# Welche Fischzucht in Schleswig-Holstein



## bmt_hethske (28. März 2004)

Welche Fischzucht in Schleswig-Holstein ist eurer Meinung nach die beste, wenn man als Privatkunde kleinere Mengen Karpfe, Forellen, Satzaale und so weiter braucht? Bis jetzt War ich immer bei Reese oder bei von Baum-Mühle´nburg, beide in Sarlhusen. Aber gibt es denn keine anderen?


----------



## Guido (30. März 2004)

*AW: Welche Fischzucht in Schleswig-Holstein*

Welche Erfahrung hast Du mit Reese gemacht uns welche mit Baum Mühlenberg. Ich frage weil ich mitte Mai für meinen Teich Nähe Uelzen besatz kaufen will. Es handelt sich da auch um kleinmengen. 

Guido


----------



## bmt_hethske (30. März 2004)

*AW: Welche Fischzucht in Schleswig-Holstein*

Also bei Reese erhält man halt einfacher größere Mengen und oft kriegt man ein paar mehr Fische als man bezahlt hat. Ein Mal, hatte der Azubi keine Lust, die ganzen Besatzfische einzeln auf die Rechnung zu schreiben, und da hat er mir einen Preis gemacht, der alles andere in den Schatten stellt. Die Karpfen und die Forellen sind bei beiden Fischzuchten von guter Qualität, jedoch würde ich wegen des Preises schon mal überlegen, was sich denn am ehesten lohnt und da eh beides im selben Ort liegt, benutze ich meist die Gelegenheit und kaufe bei beiden. Reese hat aber auch eine größere Auswahl, als von Baum-Mühlenburg.
Falls du keine Preisliste zum vergleichen hast, kann ich dir die Preise mal nennen, bei Gelegenheit, aber von Baum ist bei Karpfen und bei Forellen günstiger!


----------



## homer78 (16. September 2004)

*AW: Welche Fischzucht in Schleswig-Holstein*

Hi, habe auch gute Erfahrungen mit der Fischzucht Kruse in Hollenborn bei Albersdorf gemacht. Die Fische sind gesund und die Preise stimmen auch. Bei ihm bekommst du alle gängigen Satzfische

Also, auf auf bald ist Besatzzeit


----------



## bmt_hethske (30. September 2004)

*AW: Welche Fischzucht in Schleswig-Holstein*

Ich fahre, wie sonst auch, übernächste Woche Nach Sarlhusen zu Reese und Mühlenburg. Mein Karpfenteich werde ich nicht besetzen, da das keinen Sinn mehr macht, weil einfach zu viel schwarz geangelt wird - nur die aale bleiben übrig.


----------



## Drillmaschine (8. September 2006)

*AW: Welche Fischzucht in Schleswig-Holstein*

Hallo Leute,

habe diesen alten Thread mal ausgegraben |rotwerden.

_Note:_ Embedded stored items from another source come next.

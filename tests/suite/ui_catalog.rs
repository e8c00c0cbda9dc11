//! The Catalog screen driven through the real workbench: imports run on a thread, their
//! problems are listed by file, line and column, and the tables are searchable.

use std::path::Path;

use crate::ui_support;

use egui_kittest::Harness;
use egui_kittest::kittest::{NodeT, Queryable};
use plumbline::ui::Screen;
use plumbline::ui::Workbench;
use ui_support::step_until;

fn type_into(h: &mut Harness<'static, Workbench>, label: &str, text: &str) {
    field(h, label).focus();
    h.step();
    field(h, label).type_text(text);
    h.step();
}

fn field<'h>(h: &'h Harness<'static, Workbench>, label: &'h str) -> egui_kittest::Node<'h> {
    h.get_by_role_and_label(egui::Role::TextInput, label)
}

fn count(path: &Path, sql: &str) -> i64 {
    rusqlite::Connection::open(path)
        .unwrap()
        .query_row(sql, [], |r| r.get(0))
        .unwrap()
}

#[test]
fn import_problems_are_listed_and_a_good_import_shows_up_in_the_tables() {
    let dir = tempfile::tempdir().unwrap();
    let path = dir.path().join("demo.plumb");
    plumbline::demo::build_demo_study(&path).unwrap();
    let bad = dir.path().join("rankings.csv");
    std::fs::write(
        &bad,
        "ranker,context_id,item_id,rank\nlexical-prod,q01,fh-0001,x\n",
    )
    .unwrap();
    let good = dir.path().join("contexts.csv");
    std::fs::write(
        &good,
        "context_id,kind,text,anchor_item_id,segment\nq99,query,ultralight bivvy for alpine starts,,tail\n",
    )
    .unwrap();
    let ranked_before = count(&path, "SELECT COUNT(*) FROM ranked_items");

    let mut h: Harness<'static, Workbench> = Harness::builder()
        .with_size([1360.0, 860.0])
        .build_ui_state(
            |ui, wb: &mut Workbench| wb.show(ui),
            Workbench::new(path.clone(), Screen::Catalog),
        );
    step_until(&mut h, "the items table", |h| {
        h.query_by_label_contains("Items (240)").is_some()
    });
    // Thumbnails come from the image worker, not the UI thread.
    step_until(&mut h, "a thumbnail", |h| {
        h.query_all_by_label_contains("thumbnail of")
            .next()
            .is_some()
    });

    h.get_by_label("Import CSV files").click();
    h.step();
    type_into(&mut h, "rankings.csv", &bad.display().to_string());
    h.get_by_label("Import").click();
    step_until(&mut h, "the problems", |h| {
        !h.state().catalog.problems.is_empty()
    });
    h.step();
    let p = &h.state().catalog.problems[0];
    assert_eq!((p.file.as_str(), p.line, p.column), ("rankings.csv", 2, 4));
    assert!(
        h.query_by_label_contains("Nothing was imported: 1 problem(s).")
            .is_some()
    );
    assert!(h.query_by_label_contains("rank must be").is_some());
    assert_eq!(
        count(&path, "SELECT COUNT(*) FROM ranked_items"),
        ranked_before
    );

    // Clear the rankings path, import a good contexts.csv instead.
    field(&h, "rankings.csv").focus();
    h.step();
    for _ in 0..bad.display().to_string().len() {
        h.key_press(egui::Key::Backspace);
    }
    h.step();
    type_into(&mut h, "contexts.csv", &good.display().to_string());
    h.get_by_label("Import").click();
    step_until(&mut h, "the report", |h| {
        !h.state().catalog.reports.is_empty()
    });
    assert!(h.state().catalog.problems.is_empty());
    step_until(&mut h, "the reloaded tables", |h| {
        h.query_by_label_contains("Contexts (51)").is_some()
    });
    assert!(h.query_by_label_contains("1 added").is_some());
    assert_eq!(
        count(
            &path,
            "SELECT COUNT(*) FROM contexts WHERE context_id = 'q99'"
        ),
        1
    );

    h.get_by_label_contains("Contexts (51)").click();
    h.step();
    type_into(&mut h, "Search", "bivvy");
    h.step();
    assert!(
        h.query_by_label("ultralight bivvy for alpine starts")
            .is_some()
    );
    assert!(
        h.query_by_label("q01").is_none(),
        "rows that do not match are filtered out"
    );
}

Wo würdet ihr Hechtbesatz (kleine Fische bis max. 15 cm) beschaffen?

Besatz in kleiner Menge, rd. 20-30 Fische, soll im Herbst erfolgen. Abholung sollte normal möglich sein. Wie erfolgt üblicherweise der Transport? In Beuteln wie bei Teichfischen |kopfkrat?

Grüße
Drillmaschine


----------



## JohnvanJerk (8. September 2006)

*AW: Welche Fischzucht in Schleswig-Holstein*

Da frage ich mich doch gleich ob man als privater nicht auch das gewässer angeben muss mit Angabe der persönlichen Daten.

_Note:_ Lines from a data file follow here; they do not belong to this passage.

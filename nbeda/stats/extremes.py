"""Extremes: which values are far from the bulk, by which rule, by how much.

Every rule lives in self-contained plain numpy/pandas/scipy functions whose source
is embedded in the emitted code, so the code rebuilds the table exactly.

Rules (``rule=`` on request, for every numeric column, or a ``{column: rule}`` mapping):

- ``tukey``       Tukey (1977) fences Q1 − 1.5·IQR, Q3 + 1.5·IQR;
- ``tukey_far``   the far fences, k = 3;
- ``tukey_log``   Tukey fences (k = 1.5) on log(x), back-transformed (positive columns only);
- ``modified_z``  Iglewicz & Hoaglin (1993): 0.6745·(x − median)/MAD, flagged above 3.5;
- ``esd``         generalized ESD many-outlier procedure (Rosner 1983), at most
                  ``max_outliers`` outliers, level ``alpha``;
- ``zscore``      |x − mean|/SD above 3 (common practice; the extremes inflate the SD).

Quartiles use linear interpolation between order statistics (the pandas/numpy
default, Hyndman & Fan type 7).  All rules use the finite values only; ±inf is
always flagged and counted apart (``n_inf``); missing values are never flagged.

Policy when no rule is requested (the thresholds are our own choice, stated in
each column's ``reason``):

1. fewer than 5 finite values → ``none`` (too few to call a value extreme);
2. IQR = 0 or MAD = 0 → ``none`` ("no spread": fences undefined, nothing flagged);
3. ordinal columns → ``tukey_far`` (the ends of a short ordered scale are not extremes);
4. all values positive, octile skewness ≥ 0.15, 7th/1st octile ratio ≥ 2 (strongly
   right-skewed, spanning a multiplicative range) and the log at least halves the
   octile skewness → ``tukey_log``;
5. continuous, n ≥ 25 (Rosner's λ approximation is accurate from n ≈ 25, per the
   NIST/SEMATECH e-Handbook §1.3.5.17.3), |octile skewness| ≤ 0.1 and Moors' octile
   kurtosis within 1.1–1.4 (normal: 1.233) → ``esd``; if ESD reaches its maximum
   number of outliers (more may exist, masking), → ``modified_z`` instead;
6. otherwise → ``tukey``.

Octile skewness is (E7 + E1 − 2·E4)/(E7 − E1) and Moors' kurtosis
((E7 − E5) + (E3 − E1))/(E6 − E2) (Moors 1988), Ei the i-th octile: both ignore the
outer 12.5% of each tail, so a few extremes cannot steer the choice of rule.

Notes per column also point at a possible unit error (a separate cluster of values
near 10×, 100× or 1000× the median, or near 1/10…1/1000 of it) and at repeated
extreme values that look like codes for "missing" (−999, 9999, …).

Multivariate: robust squared Mahalanobis distances from an orthogonalized
Gnanadesikan–Kettenring (OGK) estimate of location and scatter (Maronna & Zamar
2002; MAD scales, two iterations, one reweighting step at the χ²(p) 0.9 quantile
with the usual consistency factor), fitted on the complete rows of the numeric
columns (columns with the log rule enter as log(x); a seeded sample when there are
more complete rows than the fit size), rows flagged beyond the χ²(p) 0.975 quantile.
Each flagged row names the columns that contribute most, as shares of its squared
distance: the Shapley values e_j·(S⁻¹e)_j, which sum to the squared distance
(Mayrhofer & Filzmoser 2023, "Multivariate outlier explanations using Shapley values
and Mahalanobis distances", Econometrics and Statistics — reference from memory; the
identity Σ_j e_j·(S⁻¹e)_j = eᵀS⁻¹e is checked in the tests).
"""

from __future__ import annotations

from collections.abc import Mapping
from typing import Any

import numpy as np
import pandas as pd
from scipy import stats

from nbeda._context import Context
from nbeda.stats._codegen import float_frame_code, function_source, header, join_blocks, labels_list, lit

__all__ = [
    "RULES",
    "EXTREMES_COLUMNS",
    "FIT_ROWS",
    "MAX_JOINT_COLUMNS",
    "sorted_quantile",
    "column_median",
    "esd_steps",
    "cluster_notes",
    "extreme_scan",
    "extremes_table",
    "robust_distances",
    "joint_scan",
    "joint_table",
    "compute_extremes",
    "extremes_code",
    "action_code",
]

RULES = ("tukey", "tukey_far", "tukey_log", "modified_z", "esd", "zscore")
EXTREMES_COLUMNS = [
    "rule", "reason", "basis", "n", "lower", "upper", "n_low", "n_high", "n_inf",
    "share", "most_extreme", "most_extreme_score", "note",
]
#: Complete rows above this count: the robust distance is fitted on a seeded sample of this size.
FIT_ROWS = 5000
#: At most this many numeric columns enter the joint (multivariate) distance.
MAX_JOINT_COLUMNS = 30


# --------------------------------------------------------------------------------------
# Embedded functions (plain numpy/pandas/scipy; their source goes into the emitted code)
# --------------------------------------------------------------------------------------
def sorted_quantile(s, n, q):
    """Quantile q of each column of s (sorted ascending, NaN last; n finite values per column).

    Linear interpolation between order statistics, computed exactly as numpy/pandas'
    default method ("linear", Hyndman & Fan type 7).
    """
    cols = np.arange(s.shape[1])
    h = n * q + (1.0 - q) - 1.0
    last = np.maximum(n - 1, 0)
    lo = np.clip(np.floor(h), 0, last).astype(np.int64)
    hi = np.minimum(lo + 1, last)
    t = np.where(h >= last, 0.0, h - np.floor(h))
    a, b = s[lo, cols], s[hi, cols]
    with np.errstate(invalid="ignore", over="ignore"):
        d = b - a
        out = np.where(t >= 0.5, b - d * (1 - t), a + d * t)
    return np.where(n > 0, out, np.nan)


def column_median(d, n):
    """Median of each column of d (n finite values per column, NaN elsewhere), by partitioning
    the columns that share the same n together (no full sort)."""
    out = np.full(d.shape[1], np.nan)
    for m in np.unique(n[n > 0]).tolist():
        cols = np.flatnonzero(n == m)
        lo, hi = (m - 1) // 2, m // 2
        part = np.partition(d[:, cols], [lo, hi], axis=0)  # NaN sorts last
        out[cols] = (part[lo] + part[hi]) / 2.0
    return out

Sonst könnte ja jeder seine Lieblingsgewässer mit seinen Lieblingsfischen besetzen !! ???


----------



## bernie1 (10. September 2006)

*AW: Welche Fischzucht in Schleswig-Holstein*

http://www.fischzucht-reese.de/index2.php
Schau hier,
habe selbst im Ruhrgebiet sehr gute Erfahrungen mit Reese gemacht.
Petri Heil
Bernie1


----------



## bmt_hethske (15. Oktober 2006)

*AW: Welche Fischzucht in Schleswig-Holstein*

Du kannst mit ruhigem Gewissen bei Reese deine Hecht kaufen. Du musst keinerlei persönliche Angaben abliefern, jeder kann dort Besatzfische erwerben. Bin dort seit 5 Jahren Kunde und immer zufrieden gewesen. Auch wenn man nur kleine Mengen haben möchte, wird man freundlich bedient und die Preise sind okay. Kleine Mengen werden in Plastiktüten mit Sauerstoff transportiert.

Gruß Heiko


----------



## angler23 (18. Dezember 2006)

*AW: Welche Fischzucht in Schleswig-Holstein*

Auf der Preisliste steht, dass es teurer wird wenn man wenig Fische kauft.ist dass sehr teuer oder macht das keinen großen Unterschied?Könnte ich da in Helmsdorf auch aale kriegen?Oder giebt es eine andere Fischzucht, die noch dichter an Flensburg ist?


----------



## bmt_hethske (9. Januar 2007)

*AW: Welche Fischzucht in Schleswig-Holstein*

Der Unterschied ist sehr greing, auf der alten Preisliste stehen auch noch die Einzelpreise. Welche Fischart interessiert dich denn? Ich habe meine Satzfische immer in Sarlhusen bezogen, aber die gängigen Arten kannst du wohl auch in Helmsdorf kriegen, wobei in Sarlhusen das Angebot am größten ist.


----------



## angler23 (10. Januar 2007)

*AW: Welche Fischzucht in Schleswig-Holstein*

Mich interressieren Aale , Zander ,Gras- und Mamorkarpfen!


----------



## bmt_hethske (10. Januar 2007)

*AW: Welche Fischzucht in Schleswig-Holstein*

Ich hab gerade die Liste nicht da, werde am Wochenende mal gucken, bin nämlich gerade nicht zu Hause. Hab dort selbst mal Satzaale gekauft, kann ich nur empfehlen.


----------



## HD4ever (11. Januar 2007)

*AW: Welche Fischzucht in Schleswig-Holstein*

danke für den Tip hier ! :m


----------